• _Exercise instructions_
Check every line below for the string "canvas". Copy the ones that have it.

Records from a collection
package dev.countercheck.report;

import java.math.BigDecimal;
import java.math.RoundingMode;

/**
 * Writes one SVG picture as text. Coordinates are canvas units (the picture scales to its box);
 * they are written with one decimal, so the text never depends on the locale or on the last bits of
 * a double. Every text and every attribute value that is not one of this package's own style
 * constants is escaped, so a submission's text can never become markup.
 *
 * <p>Styles are plain presentation attributes ({@code stroke="…" fill="…"}), not CSS: the browser
 * and the PDF renderer read them alike.
 */
final class Svg {

    /** How near a half a value's tenths may lie and still be rounded in double arithmetic. */
    private static final double TIE_MARGIN = 1e-6;

    private final StringBuilder out = new StringBuilder();

    /**
     * Opens a drawing {@code width} × {@code height} canvas units (rounded up to whole units) with
     * {@code title} as its accessible name.
     */
    Svg(double width, double height, String title) {
        this(width, height, title, "drawing");
    }

    /** As {@link #Svg(double, double, String)}, with the picture's class ("drawing", "sample"). */
    Svg(double width, double height, String title, String cssClass) {
        String w = num(Math.ceil(width));
        String h = num(Math.ceil(height));
        out.append("<svg xmlns=\"http://www.w3.org/2000/svg\" class=\"").append(cssClass).append("\" viewBox=\"0 0 ")
                .append(w).append(' ').append(h).append("\" width=\"").append(w)
                .append("\" height=\"").append(h).append("\" role=\"img\" font-family=\"")
                .append(Styles.FONT).append("\"><title>").append(escape(title)).append("</title>");
    }

    /** Text with {@code & < > " '} replaced by character references. */
    static String escape(String text) {
        StringBuilder s = new StringBuilder(text.length() + 16);
        for (int i = 0; i < text.length(); i++) {
            char c = text.charAt(i);
            switch (c) {
                case '&' -> s.append("&amp;");
                case '<' -> s.append("&lt;");
                case '>' -> s.append("&gt;");
                case '"' -> s.append("&quot;");
                case '\'' -> s.append("&#39;");
                default -> s.append(c);
            }
        }
        return s.toString();
    }

    /**
     * A canvas coordinate to one decimal: {@code 12.345 → "12.3"}, {@code -0.01 → "0"}. Tenths far
     * from a half (and a coordinate below 10⁸) are rounded in double arithmetic, which then decides
     * the digit as the decimal rounding would; the others are rounded exactly ({@link #exactNum}).
     */
    static String num(double value) {
        double tenths = value * 10;
        double magnitude = Math.abs(tenths);
        if (magnitude < 1e9 && Math.abs(magnitude - Math.floor(magnitude) - 0.5) > TIE_MARGIN) {
            long n = Math.abs(Math.round(tenths));
            if (n == 0) {
                return "0";
            }
            String whole = (value < 0 ? "-" : "") + n / 10;
            return n % 10 == 0 ? whole : whole + "." + n % 10;
        }
        return exactNum(value);
    }

    /** {@link #num} by decimal rounding of the value as Java writes it. */
    static String exactNum(double value) {
        BigDecimal rounded = BigDecimal.valueOf(value).setScale(1, RoundingMode.HALF_EVEN).stripTrailingZeros();
        return rounded.signum() == 0 ? "0" : rounded.toPlainString();
    }

    Svg line(double x1, double y1, double x2, double y2, String style) {
        out.append("<line x1=\"").append(num(x1)).append("\" y1=\"").append(num(y1)).append("\" x2=\"")
                .append(num(x2)).append("\" y2=\"").append(num(y2)).append("\" ").append(style).append("/>");
        return this;
    }

    Svg rect(double x, double y, double width, double height, String style) {
        out.append("<rect x=\"").append(num(x)).append("\" y=\"").append(num(y)).append("\" width=\"")
                .append(num(width)).append("\" height=\"").append(num(height)).append("\" ").append(style)
                .append("/>");
        return this;
    }

    Svg circle(double cx, double cy, double r, String style) {
        out.append("<circle cx=\"").append(num(cx)).append("\" cy=\"").append(num(cy)).append("\" r=\"")
                .append(num(r)).append("\" ").append(style).append("/>");
        return this;
    }

    /** A path; {@code data} is built with {@link Path}, so it holds only commands and numbers. */
    Svg path(Path data, String style) {
        out.append("<path d=\"").append(data.text()).append("\" ").append(style).append("/>");
        return this;
    }

    /** Text at (x, y); {@code anchor} is start, middle or end. */
    Svg text(double x, double y, String text, String anchor, String style) {
        out.append("<text x=\"").append(num(x)).append("\" y=\"").append(num(y)).append("\" text-anchor=\"")
                .append(anchor).append("\" ").append(style).append('>').append(escape(text)).append("</text>");
        return this;
    }

    /** Text turned a quarter anticlockwise about (x, y), to read upwards along a vertical line. */
    Svg textUp(double x, double y, String text, String anchor, String style) {
        out.append("<text x=\"").append(num(x)).append("\" y=\"").append(num(y)).append("\" transform=\"rotate(-90 ")
                .append(num(x)).append(' ').append(num(y)).append(")\" text-anchor=\"").append(anchor).append("\" ")
                .append(style).append('>').append(escape(text)).append("</text>");
        return this;
    }

    /**
     * A hatch pattern {@code id} of diagonal lines {@code spacing} apart, for fills such as
     * {@code fill="url(#id)"}.
     */
    Svg hatch(String id, double spacing, String colour) {
        out.append("<defs><pattern id=\"").append(escape(id)).append("\" patternUnits=\"userSpaceOnUse\" width=\"")
                .append(num(spacing)).append("\" height=\"").append(num(spacing))
                .append("\" patternTransform=\"rotate(45)\"><line x1=\"0\" y1=\"0\" x2=\"0\" y2=\"")
                .append(num(spacing)).append("\" stroke=\"").append(colour).append("\" stroke-width=\"1.2\"/>")
                .append("</pattern></defs>");
        return this;
    }

    /** Starts a group clipped to the rectangle; close it with {@link #endGroup()}. */
    Svg clipTo(String id, double x, double y, double width, double height) {
        out.append("<defs><clipPath id=\"").append(escape(id)).append("\"><rect x=\"").append(num(x))
                .append("\" y=\"").append(num(y)).append("\" width=\"").append(num(width)).append("\" height=\"")
                .append(num(height)).append("\"/></clipPath></defs><g clip-path=\"url(#").append(escape(id))
                .append(")\">");
        return this;
    }

    Svg endGroup() {
        out.append("</g>");
        return this;
    }

    /** The finished picture. */
    String done() {
        return out + "</svg>";
    }

    /** Path data: move, line, arc and close commands with one-decimal numbers. */
    static final class Path {

        private final StringBuilder d = new StringBuilder();

        Path moveTo(double x, double y) {
            return command("M", x, y);
        }

        Path lineTo(double x, double y) {
            return command("L", x, y);
        }

        /** A circular arc of radius r to (x, y), the short way, turning clockwise on screen when {@code sweep}. */
        Path arcTo(double r, double x, double y, boolean sweep) {
            d.append(d.length() == 0 ? "" : " ").append("A").append(num(r)).append(' ').append(num(r))
                    .append(" 0 0 ").append(sweep ? '1' : '0').append(' ').append(num(x)).append(' ').append(num(y));
            return this;
        }

        Path close() {
            d.append(" Z");
            return this;
        }

        private Path command(String letter, double x, double y) {
            d.append(d.length() == 0 ? "" : " ").append(letter).append(num(x)).append(' ').append(num(y));
            return this;
        }

        String text() {
            return d.toString();
        }
    }
}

• _Solution to the exercise_
 * Writes one SVG picture as text. Coordinates are canvas units (the picture scales to its box);
     * Opens a drawing {@code width} × {@code height} canvas units (rounded up to whole units) with
     * A canvas coordinate to one decimal: {@code 12.345 → "12.3"}, {@code -0.01 → "0"}. Tenths far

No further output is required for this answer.